Action Alert! You can Submit Comments and Make Your Voice Heard to Stop the Bureau of Land Management’s Monstrous Plan by April 30, 2021

Source: Wild Hoofbeats

Wild Horses, Mustangs, Adobe Town Herd Area, southwestern Wyoming, USA

On April 1, 2021 the Bureau of Land Management published their Environmental Assessment for five wild horse herds in the Red Desert of Wyoming, in the public lands that include the Checkerboard: Adobe Town, Salt Wells Creek, Great Divide Basin, White Mountain and Little Colorado. These herds are on 3,436,000 acres. Despite having a new administration and a new Secretary of the Interior, Deb Haaland, the BLM pushed out this plan to remove 3555 wild horses, the largest proposed roundup in history. This brutal plan includes as alternatives for the remaining horses left on the range dangerous spaying of wild mares, putting IUDs in wild mares and gelding stallions. Not only does the BLM want to remove as many wild horses as possible without even doing an actual count of their numbers for the past two years, they want to leave the remaining horses sterilized so that ultimately the wild horses will be eradicated in these areas. Here is the link to the documents: https://eplanning.blm.gov/eplanning-ui/project/1501993/570

If you are asking why, the main reason for this aggressive action is the Rock Springs Grazing Association. They are one of the most powerful grazing associations in the country despite only having about a couple dozen member families, and they are the primary holders of grazing leases in these Herd Management Areas and the primary holders of private land within the Checkerboard. They consider all these 3,946,000 acres of public and private land to be “theirs.”

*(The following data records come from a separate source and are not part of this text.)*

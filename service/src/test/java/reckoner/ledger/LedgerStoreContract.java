package reckoner.ledger;

import static org.junit.jupiter.api.Assertions.assertEquals;
import static org.junit.jupiter.api.Assertions.assertFalse;
import static org.junit.jupiter.api.Assertions.assertThrows;
import static org.junit.jupiter.api.Assertions.assertTrue;
import static reckoner.ledger.Fixtures.HERON;
import static reckoner.ledger.Fixtures.OTTER;
import static reckoner.ledger.Fixtures.T0;
import static reckoner.ledger.Fixtures.call;
import static reckoner.ledger.Fixtures.id;

import java.io.IOException;
import java.io.StringWriter;
import java.time.Clock;
import java.time.Duration;
import java.time.ZoneOffset;
import java.util.ArrayList;
import java.util.Comparator;
import java.util.List;
import java.util.Optional;
import java.util.Random;
import java.util.stream.Collectors;
import org.junit.jupiter.api.AfterEach;
import org.junit.jupiter.api.BeforeEach;
import org.junit.jupiter.api.Test;
import reckoner.ledger.InvocationQuery.Scope;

They will never rest until all the wild horses have been eradicated, and they have considerable influence over the Bureau of Land Management. I have been observing, photographing and documenting wild horses in these areas since 2004 and involved in 5 lawsuits to stop the destruction of these wild horse herds over the past 8 years, and no doubt soon will be a plaintiff on yet another lawsuit. If not for keen public involvement and lawsuits, these herds would have been zeroed out long ago. Under this plan, there will be 1550 wild horses total left on 3,436,000 acres, or one horse per 2216 acres.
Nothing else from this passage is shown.